EXERCISE DIRECTIONS = All of the data must be output without alteration.
^^^^^^^^^^^^^^^^
"""Send simulated batches where a controller would: an MQTT broker, or a recording file.

:class:`BatchPublisher` publishes each :class:`~shadow.ingest.wire.SampleBatch` on its robot's samples
topic with QoS 1, like a controller or an edge gateway. It caps the messages not yet acknowledged by the
broker (FIELD-NOTES: past 65,535 unacknowledged messages paho's packet ids collide and ``publish()``
fails), checks every ``rc``, and marks the robot online/offline on its retained status topic with a last
will, so a dead simulator shows as offline.

:class:`RecordingWriter` writes the same messages one per line (the JSON encoding, which has no line
breaks), the form ``shadow analyze`` reads back.
"""

from __future__ import annotations

import json
import threading
import time
from pathlib import Path
from types import TracebackType
from typing import Any, TextIO

import paho.mqtt.client as mqtt

from shadow.errors import ShadowError
from shadow.ingest.mqtt import MqttSettings
from shadow.ingest.topics import RobotAddress, TopicLayout
from shadow.ingest.wire import SampleBatch, encode_binary, encode_json


class PublishError(ShadowError, RuntimeError):
    """The broker did not take a message."""


class BatchPublisher:
    """One robot's publisher (QoS 1, bounded in-flight)."""

    def __init__(
        self,
        address: RobotAddress,
        settings: MqttSettings,
        *,
        layout: TopicLayout | None = None,
        encoding: str = "binary",
        max_unacknowledged: int = 1000,
        client_id: str | None = None,
    ) -> None:
        if encoding not in ("binary", "json"):
            raise ShadowError(f"encoding: must be 'binary' or 'json', got {encoding!r}")
        self.address = address
        self.layout = layout or TopicLayout()
        self.topic = self.layout.samples_topic(address)
        self.status_topic = self.layout.status_topic(address)
        self.encoding = encoding
        self.max_unacknowledged = max_unacknowledged
        self.settings = settings
        self.published = 0
        self._unacked = 0
        self._cond = threading.Condition()
        self._connected = threading.Event()
        cid = client_id or f"shadow-sim-{address.site}-{address.cell}-{address.robot}"
        protocol = mqtt.MQTTv5 if settings.protocol == "5" else mqtt.MQTTv311
        self._client = mqtt.Client(mqtt.CallbackAPIVersion.VERSION2, client_id=cid, protocol=protocol)
        if settings.username is not None:
            self._client.username_pw_set(settings.username, settings.password)
        if settings.tls_ca_file is not None:
            self._client.tls_set(ca_certs=settings.tls_ca_file, certfile=settings.tls_cert_file,
                                 keyfile=settings.tls_key_file)  # fmt: skip
        self._client.will_set(self.status_topic, json.dumps({"state": "offline"}), qos=1, retain=True)
        self._client.on_connect = self._on_connect
        self._client.on_publish = self._on_publish

    def _on_connect(self, client: mqtt.Client, userdata: Any, flags: Any, reason: Any, properties: Any) -> None:
        if not reason.is_failure:
            client.publish(self.status_topic, json.dumps({"state": "online"}), qos=1, retain=True)
            self._connected.set()

    def _on_publish(self, client: mqtt.Client, userdata: Any, mid: int, reason: Any, properties: Any) -> None:
        with self._cond:
            self._unacked -= 1
            self._cond.notify_all()

    def __enter__(self) -> BatchPublisher:
        self.connect()
        return self

    def __exit__(self, et: type[BaseException] | None, e: BaseException | None, tb: TracebackType | None) -> None:
        self.close()

    def connect(self, *, timeout_s: float = 10.0) -> None:
        self._client.connect(self.settings.host, self.settings.port, keepalive=self.settings.keepalive_s)
        self._client.loop_start()
        if not self._connected.wait(timeout_s):
            self._client.loop_stop()
            raise PublishError(f"no connection to {self.settings.describe()} within {timeout_s} s")

    def publish(self, batch: SampleBatch, *, timeout_s: float = 30.0) -> None:
        """Publish one batch; blocks while too many are unacknowledged."""
        payload = encode_binary(batch) if self.encoding == "binary" else encode_json(batch)
        deadline = time.monotonic() + timeout_s
        with self._cond:
            while self._unacked >= self.max_unacknowledged:
                left = deadline - time.monotonic()
                if left <= 0 or not self._cond.wait(left):
                    raise PublishError(f"{self.topic}: broker acknowledged nothing for {timeout_s} s")
            self._unacked += 1
        info = self._client.publish(self.topic, payload, qos=1)
        # NO_CONN: paho keeps a QoS 1 message while disconnected and sends it on reconnection (on_publish follows)
        if info.rc not in (mqtt.MQTT_ERR_SUCCESS, mqtt.MQTT_ERR_NO_CONN):
            with self._cond:
                self._unacked -= 1
            raise PublishError(f"{self.topic}: publish failed: {mqtt.error_string(info.rc)}")
        self.published += 1

    def flush(self, *, timeout_s: float = 30.0) -> None:
        """Wait until the broker acknowledged everything published."""
        deadline = time.monotonic() + timeout_s
        with self._cond:
            while self._unacked > 0:
                left = deadline - time.monotonic()
                if left <= 0 or not self._cond.wait(left):
                    raise PublishError(f"{self.topic}: {self._unacked} messages unacknowledged after {timeout_s} s")

    def close(self) -> None:
        try:
            self.flush(timeout_s=5.0)
        finally:
            info = self._client.publish(self.status_topic, json.dumps({"state": "offline"}), qos=1, retain=True)
            info.wait_for_publish(timeout=2.0)
            self._client.disconnect()
            self._client.loop_stop()


class RecordingWriter:
    """Writes batches as a recording: one JSON-encoded message per line."""

    def __init__(self, path: str | Path) -> None:
        self.path = Path(path)
        self.path.parent.mkdir(parents=True, exist_ok=True)
        self._file: TextIO = self.path.open("w", encoding="utf-8")
        self.written = 0

    def write(self, batch: SampleBatch) -> None:
        self._file.write(encode_json(batch).decode("utf-8"))
        self._file.write("\n")
        self.written += 1

    def close(self) -> None:
        self._file.close()

    def __enter__(self) -> RecordingWriter:
        return self

    def __exit__(self, et: type[BaseException] | None, e: BaseException | None, tb: TracebackType | None) -> None:
        self.close()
^^^^^^^^^^^^^^^^
TASK SOLUTION =
"""Send simulated batches where a controller would: an MQTT broker, or a recording file.

:class:`BatchPublisher` publishes each :class:`~shadow.ingest.wire.SampleBatch` on its robot's samples
topic with QoS 1, like a controller or an edge gateway. It caps the messages not yet acknowledged by the
broker (FIELD-NOTES: past 65,535 unacknowledged messages paho's packet ids collide and ``publish()``
fails), checks every ``rc``, and marks the robot online/offline on its retained status topic with a last
will, so a dead simulator shows as offline.

:class:`RecordingWriter` writes the same messages one per line (the JSON encoding, which has no line
breaks), the form ``shadow analyze`` reads back.
"""

from __future__ import annotations

import json
import threading
import time
from pathlib import Path
from types import TracebackType
from typing import Any, TextIO

import paho.mqtt.client as mqtt

from shadow.errors import ShadowError
from shadow.ingest.mqtt import MqttSettings
from shadow.ingest.topics import RobotAddress, TopicLayout
from shadow.ingest.wire import SampleBatch, encode_binary, encode_json


class PublishError(ShadowError, RuntimeError):
    """The broker did not take a message."""


class BatchPublisher:
    """One robot's publisher (QoS 1, bounded in-flight)."""

    def __init__(
        self,
        address: RobotAddress,
        settings: MqttSettings,
        *,
        layout: TopicLayout | None = None,
        encoding: str = "binary",
        max_unacknowledged: int = 1000,
        client_id: str | None = None,
    ) -> None:
        if encoding not in ("binary", "json"):
            raise ShadowError(f"encoding: must be 'binary' or 'json', got {encoding!r}")
        self.address = address
        self.layout = layout or TopicLayout()
        self.topic = self.layout.samples_topic(address)
        self.status_topic = self.layout.status_topic(address)
        self.encoding = encoding
        self.max_unacknowledged = max_unacknowledged
        self.settings = settings
        self.published = 0
        self._unacked = 0
        self._cond = threading.Condition()
        self._connected = threading.Event()
        cid = client_id or f"shadow-sim-{address.site}-{address.cell}-{address.robot}"
        protocol = mqtt.MQTTv5 if settings.protocol == "5" else mqtt.MQTTv311
        self._client = mqtt.Client(mqtt.CallbackAPIVersion.VERSION2, client_id=cid, protocol=protocol)
        if settings.username is not None:
            self._client.username_pw_set(settings.username, settings.password)
        if settings.tls_ca_file is not None:
            self._client.tls_set(ca_certs=settings.tls_ca_file, certfile=settings.tls_cert_file,
                                 keyfile=settings.tls_key_file)  # fmt: skip
        self._client.will_set(self.status_topic, json.dumps({"state": "offline"}), qos=1, retain=True)
        self._client.on_connect = self._on_connect
        self._client.on_publish = self._on_publish

    def _on_connect(self, client: mqtt.Client, userdata: Any, flags: Any, reason: Any, properties: Any) -> None:
        if not reason.is_failure:
            client.publish(self.status_topic, json.dumps({"state": "online"}), qos=1, retain=True)
            self._connected.set()

    def _on_publish(self, client: mqtt.Client, userdata: Any, mid: int, reason: Any, properties: Any) -> None:
        with self._cond:
            self._unacked -= 1
            self._cond.notify_all()

    def __enter__(self) -> BatchPublisher:
        self.connect()
        return self

    def __exit__(self, et: type[BaseException] | None, e: BaseException | None, tb: TracebackType | None) -> None:
        self.close()

    def connect(self, *, timeout_s: float = 10.0) -> None:
        self._client.connect(self.settings.host, self.settings.port, keepalive=self.settings.keepalive_s)
        self._client.loop_start()
        if not self._connected.wait(timeout_s):
            self._client.loop_stop()
            raise PublishError(f"no connection to {self.settings.describe()} within {timeout_s} s")

    def publish(self, batch: SampleBatch, *, timeout_s: float = 30.0) -> None:
        """Publish one batch; blocks while too many are unacknowledged."""
        payload = encode_binary(batch) if self.encoding == "binary" else encode_json(batch)
        deadline = time.monotonic() + timeout_s
        with self._cond:
            while self._unacked >= self.max_unacknowledged:
                left = deadline - time.monotonic()
                if left <= 0 or not self._cond.wait(left):
                    raise PublishError(f"{self.topic}: broker acknowledged nothing for {timeout_s} s")
            self._unacked += 1
        info = self._client.publish(self.topic, payload, qos=1)
        # NO_CONN: paho keeps a QoS 1 message while disconnected and sends it on reconnection (on_publish follows)
        if info.rc not in (mqtt.MQTT_ERR_SUCCESS, mqtt.MQTT_ERR_NO_CONN):
            with self._cond:
                self._unacked -= 1
            raise PublishError(f"{self.topic}: publish failed: {mqtt.error_string(info.rc)}")
        self.published += 1

    def flush(self, *, timeout_s: float = 30.0) -> None:
        """Wait until the broker acknowledged everything published."""
        deadline = time.monotonic() + timeout_s
        with self._cond:
            while self._unacked > 0:
                left = deadline - time.monotonic()
                if left <= 0 or not self._cond.wait(left):
                    raise PublishError(f"{self.topic}: {self._unacked} messages unacknowledged after {timeout_s} s")

    def close(self) -> None:
        try:
            self.flush(timeout_s=5.0)
        finally:
            info = self._client.publish(self.status_topic, json.dumps({"state": "offline"}), qos=1, retain=True)
            info.wait_for_publish(timeout=2.0)
            self._client.disconnect()
            self._client.loop_stop()


class RecordingWriter:
    """Writes batches as a recording: one JSON-encoded message per line."""

    def __init__(self, path: str | Path) -> None:
        self.path = Path(path)
        self.path.parent.mkdir(parents=True, exist_ok=True)
        self._file: TextIO = self.path.open("w", encoding="utf-8")
        self.written = 0

    def write(self, batch: SampleBatch) -> None:
        self._file.write(encode_json(batch).decode("utf-8"))
        self._file.write("\n")
        self.written += 1

    def close(self) -> None:
        self._file.close()

    def __enter__(self) -> RecordingWriter:
        return self

    def __exit__(self, et: type[BaseException] | None, e: BaseException | None, tb: TracebackType | None) -> None:
        self.close()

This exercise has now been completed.